■ Brief: Write out again only the lines that run from the start of the entries to the line containing "independent standard normal", both included.

■ Data provided:
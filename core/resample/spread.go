package resample

import "math"

// spread is how the sums of powers over the people drawn in a cell vary: about
// people times means, by root(people) times two independent standard normal
// numbers. With the first goes u, and what of the other powers is linear in
// it; with the second what is left of u², and what of u³ and u⁴ is linear in
// that.
type spread struct {
	u1, u2, u3, u4 float64
	v2, v3, v4     float64
}

// residual is the covariance matrix of what is left of u³ and u⁴ then, summed
// over all people: only their totals are needed. Its root turns two more
// normal numbers into those.
type residual struct{ three, both, four float64 }

func (r *residual) add(other residual) {
	r.three += other.three
	r.both += other.both
	r.four += other.four
}

// root is the matrix's Cholesky root.
func (r residual) root() residual {
	if r.three <= 0 {
		return residual{four: math.Sqrt(r.four)}
	}
	root := residual{three: math.Sqrt(r.three)}
	root.both = r.both / root.three
	root.four = math.Sqrt(math.Max(0, r.four-root.both*root.both))
	return root
}

// of turns two normal numbers into what is left of the totals of u³ and u⁴;
// the residual is a root.
func (r *residual) of(first, second float64) (three, four float64) {
	return r.three * first, r.both*first + r.four*second
}

// described is what the scores in one cell come to.
type described struct {
	people int
	means  powers
	spread spread
	rest   residual
}

// describe computes a cell from its scores in standard units and the people
// who have them. Every variance is a sum of squares of what it is the variance
// of, not a difference of larger numbers, so that it is right in cells of any
// width.
func describe(u []float64, count []int) (d described) {
	var sums powers
	for i, c := range count {
		p, n := powersOf(u[i]), float64(c)
		d.people += c
		sums.u1, sums.u2, sums.u3, sums.u4 = sums.u1+n*p.u1, sums.u2+n*p.u2, sums.u3+n*p.u3, sums.u4+n*p.u4
	}
	people := float64(d.people)
	d.means = powers{sums.u1 / people, sums.u2 / people, sums.u3 / people, sums.u4 / people}
	if len(u) == 1 {
		return d
	}
	along := d.means.slopes(u, count)
	beside := d.means.slopesBeside(u, count, along)
	sd := math.Sqrt(along.variance / people)
	d.spread.u1, d.spread.u2, d.spread.u3, d.spread.u4 = sd, along.u2*sd, along.u3*sd, along.u4*sd
	sd = math.Sqrt(beside.variance / people)
	d.spread.v2, d.spread.v3, d.spread.v4 = sd, beside.u3*sd, beside.u4*sd
	for i, c := range count {
		three, four := d.means.left(u[i], along, beside)
		n := float64(c)
		d.rest.add(residual{n * three * three, n * three * four, n * four * four})
	}
	return d
}

// slopes are of the powers on one variable, whose sum of squares is variance.
type slopes struct{ variance, u2, u3, u4 float64 }

// slopes of the powers on u.
func (m powers) slopes(u []float64, count []int) (on slopes) {
	for i, c := range count {
		p := powersOf(u[i])
		t := float64(c) * (p.u1 - m.u1)
		on.variance += t * (p.u1 - m.u1)
		on.u2 += t * (p.u2 - m.u2)
		on.u3 += t * (p.u3 - m.u3)
		on.u4 += t * (p.u4 - m.u4)
	}
	return on.perVariance()
}

// slopesBeside are the slopes of u³ and u⁴ on what u leaves of u².
func (m powers) slopesBeside(u []float64, count []int, along slopes) (on slopes) {
	for i, c := range count {
		p := powersOf(u[i])
		t := p.u1 - m.u1
		left := p.u2 - m.u2 - along.u2*t
		q := float64(c) * left
		on.variance += q * left
		on.u3 += q * (p.u3 - m.u3 - along.u3*t)
		on.u4 += q * (p.u4 - m.u4 - along.u4*t)
	}
	return on.perVariance()
}

func (on slopes) perVariance() slopes {
	if on.variance <= 0 {
		return slopes{}
	}
	return slopes{on.variance, on.u2 / on.variance, on.u3 / on.variance, on.u4 / on.variance}
}

// left is what both leave of u³ and u⁴ for one score.
func (m powers) left(u float64, along, beside slopes) (three, four float64) {
	p := powersOf(u)
	t := p.u1 - m.u1
	q := p.u2 - m.u2 - along.u2*t
	return p.u3 - m.u3 - along.u3*t - beside.u3*q, p.u4 - m.u4 - along.u4*t - beside.u4*q
}
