package resample_test

import (
	"context"
	"fmt"
	"math"
	"slices"
	"testing"

	"github.com/stretchr/testify/assert"
	"github.com/stretchr/testify/require"

	"tailgap/core/curve"
	"tailgap/core/cutoff"
	"tailgap/core/gap"
	"tailgap/core/resample"
	"tailgap/testdata"
)

// The whole method against testdata/generate/fullmethod.py, which draws rows
// in NumPy: each quantile is a mean over five seeds of 20,000 replicates,
// with its Monte Carlo SD beside it. Fitted, known and estimated curves, at four
// levels.
func TestWholeMethodAgreesWithNumPy(t *testing.T) {
	var file struct {
		Cutoffs []struct {
			Dataset, Column string
			Step            *float64
			Cutoff          float64
			Side            cutoff.Side
			HalfStep        bool `json:"half_step"`
			Weight          float64
			Mean            *float64 `json:"given_mean"`
			SD              *float64 `json:"given_sd"`
			NormN           *int     `json:"norm_n"`
			Level           float64
			SE              float64 `json:"se_points"`
			SEBelow         float64 `json:"se_below_points"`
			SEAbove         float64 `json:"se_above_points"`
			Quantile        float64 `json:"quantile_mean"`
			QuantileSD      float64 `json:"quantile_sd"`
			Low             float64 `json:"low_points"`
			High            float64 `json:"high_points"`
			BandThresholds  int     `json:"band_thresholds"`
			Band            float64 `json:"band_q_mean"`
			BandSD          float64 `json:"band_q_sd"`
			BandLow         float64 `json:"band_low_points"`
			BandHigh        float64 `json:"band_high_points"`
		}
	}
	testdata.JSON("interval/full.json", &file)
	require.Len(t, file.Cutoffs, 27)
	for _, want := range file.Cutoffs {
		where := fmt.Sprintf("%s.%s %v%v half-step %v weight %v level %v", want.Dataset, want.Column, want.Side, want.Cutoff, want.HalfStep, want.Weight, want.Level)
		var given *curve.Given
		if want.Mean != nil {
			given = &curve.Given{Mean: *want.Mean, SD: *want.SD, NormN: want.NormN}
		}
		table, scale := column{Dataset: want.Dataset, Column: want.Column, Step: want.Step}.table(given)
		plan := resample.Plan{Table: table, Weights: []float64{want.Weight}, Level: want.Level, Replicates: 20_000, Seed: 5}
		plan.Regions = []gap.Region{table.Region(gap.Ends(scale, cutoff.Cutoff{Side: want.Side, At: want.Cutoff}, want.HalfStep))}
		grid, _ := gap.Grid(table.Counts, scale, nil)
		if scale.Step > 0 {
			grid = slices.Concat([]float64{grid[0] - scale.Step}, grid, []float64{grid[len(grid)-1] + scale.Step})
		}
		for _, at := range grid {
			if scale.Step == 0 {
				plan.Regions = append(plan.Regions, table.Tail(gap.Split(scale, at, false, false)), table.Tail(gap.Split(scale, at, true, false)))
				continue
			}
			plan.Regions = append(plan.Regions, table.Tail(gap.Split(scale, at, want.Side.Strict(), want.HalfStep)))
		}
		plan.Groups = [][2]int{{1, len(plan.Regions)}}
		plan.Estimates = table.Estimates(plan.Regions)

		got, err := resample.Run(context.Background(), plan, nil)
		require.NoError(t, err)
		monteCarlo := 5 * math.Max(want.QuantileSD, 0.004)
		assert.InDeltaf(t, want.Quantile, got.Region[0][0], monteCarlo, "quantile, %s", where)
		assert.InDeltaf(t, want.Band, got.Group[0][0], 5*math.Max(want.BandSD, 0.004), "band's quantile, %s", where)

		e := table.Estimate(plan.Regions[0])
		below, above := e.SideSE(want.Weight)
		assert.InEpsilonf(t, want.SEBelow, 100*below, 1e-9, "standard error below, %s", where)
		assert.InEpsilonf(t, want.SEAbove, 100*above, 1e-9, "standard error above, %s", where)
		// The band's at the cutoff itself, which need be none of its thresholds.
		judged := resample.Judge(plan, got, scale.Step > 0)
		i := judged.Interval(0, want.Side.Lower(), want.Weight, want.Weight)
		band := judged.Band(0, 0, want.Side.Lower(), want.Weight)
		assert.InDeltaf(t, want.Low, 100*i.Low, monteCarlo*want.SEBelow, "low limit, %s", where)
		assert.InDeltaf(t, want.High, 100*i.High, monteCarlo*want.SEAbove, "high limit, %s", where)
		monteCarlo = 8 * math.Max(want.BandSD, 0.004) // its limits are no straight lines of the quantile
		assert.InDeltaf(t, want.BandLow, 100*band.Low, monteCarlo*want.SEBelow, "the band's low limit, %s", where)
		assert.InDeltaf(t, want.BandHigh, 100*band.High, monteCarlo*want.SEAbove, "the band's high limit, %s", where)
	}
}

// Where only bands are wanted they are the same, and the regions are left out.
func TestBandsOnly(t *testing.T) {
	people := 40
	table, _ := column{Dataset: "mathexam", Column: "tests"}.table(&curve.Given{Mean: 20, SD: 4, NormN: &people})
	plan := resample.Plan{Table: table, Weights: []float64{1, 1.2}, Level: 0.9, Replicates: 1000, Seed: 5}
	for at := 9.0; at <= 27; at++ {
		plan.Regions = append(plan.Regions, table.Tail(gap.Threshold{At: at, Point: at}))
	}
	plan.Groups, plan.Estimates = [][2]int{{2, 12}, {14, 19}}, table.Estimates(plan.Regions)
	all, err := resample.Run(context.Background(), plan, nil)
	require.NoError(t, err)
	plan.BandsOnly = true
	bands, err := resample.Run(context.Background(), plan, nil)
	require.NoError(t, err)
	assert.Len(t, all.Region, 19)
	assert.Empty(t, bands.Region)
	assert.Equal(t, all.Group, bands.Group)
}
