package shape

import "math"

// moments are skewness and kurtosis of a resample with n times the variance
// of each, from their influence functions: of the standardised score u,
//
//	skewness g: u³ - 3u - g - 3g(u²-1)/2
//	kurtosis b: u⁴ - 4gu - 2bu² + b
//
// with moments about the mean, divisor n.
type moments struct {
	skewness, skewnessVariance float64
	kurtosis, kurtosisVariance float64 // 3 for a normal score
}

func (s *spans) moments(count []int32, n, mean float64) moments {
	var m2, m3, m4, m5, m6, m8 float64
	for i, u := range s.table.U {
		if count[i] == 0 {
			continue
		}
		d := u - mean
		dd := d * d
		p := float64(count[i]) * dd
		m2 += p
		m3 += p * d
		p *= dd
		m4 += p
		m5 += p * d
		p *= dd
		m6 += p
		m8 += p * dd
	}
	perVariance := n / m2
	perSD := math.Sqrt(perVariance)
	square := perVariance * perVariance
	g, b := m3/n*perVariance*perSD, m4/n*square
	s5, s6, s8 := m5/n*square*perSD, m6/n*square*perVariance, m8/n*square*square
	return moments{
		skewness: g, kurtosis: b,
		// E[(u³ - 3u - g - 1.5g(u²-1))²] and E[(u⁴ - 4gu - 2bu² + b)²], multiplied out.
		skewnessVariance: math.Max(0, s6-g*g-6*b+9-3*g*(s5-g)+9*g*g+2.25*g*g*(b-1)),
		kurtosisVariance: math.Max(0, s8-b*b+16*g*g+4*b*b*(b-1)-8*g*s5-4*b*(s6-b)+16*g*g*b),
	}
}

■ Answer space:
filename core/resample/spread.go
package resample

import "math"

// spread is how the sums of powers over the people drawn in a cell vary: about
// people times means, by root(people) times two independent standard normal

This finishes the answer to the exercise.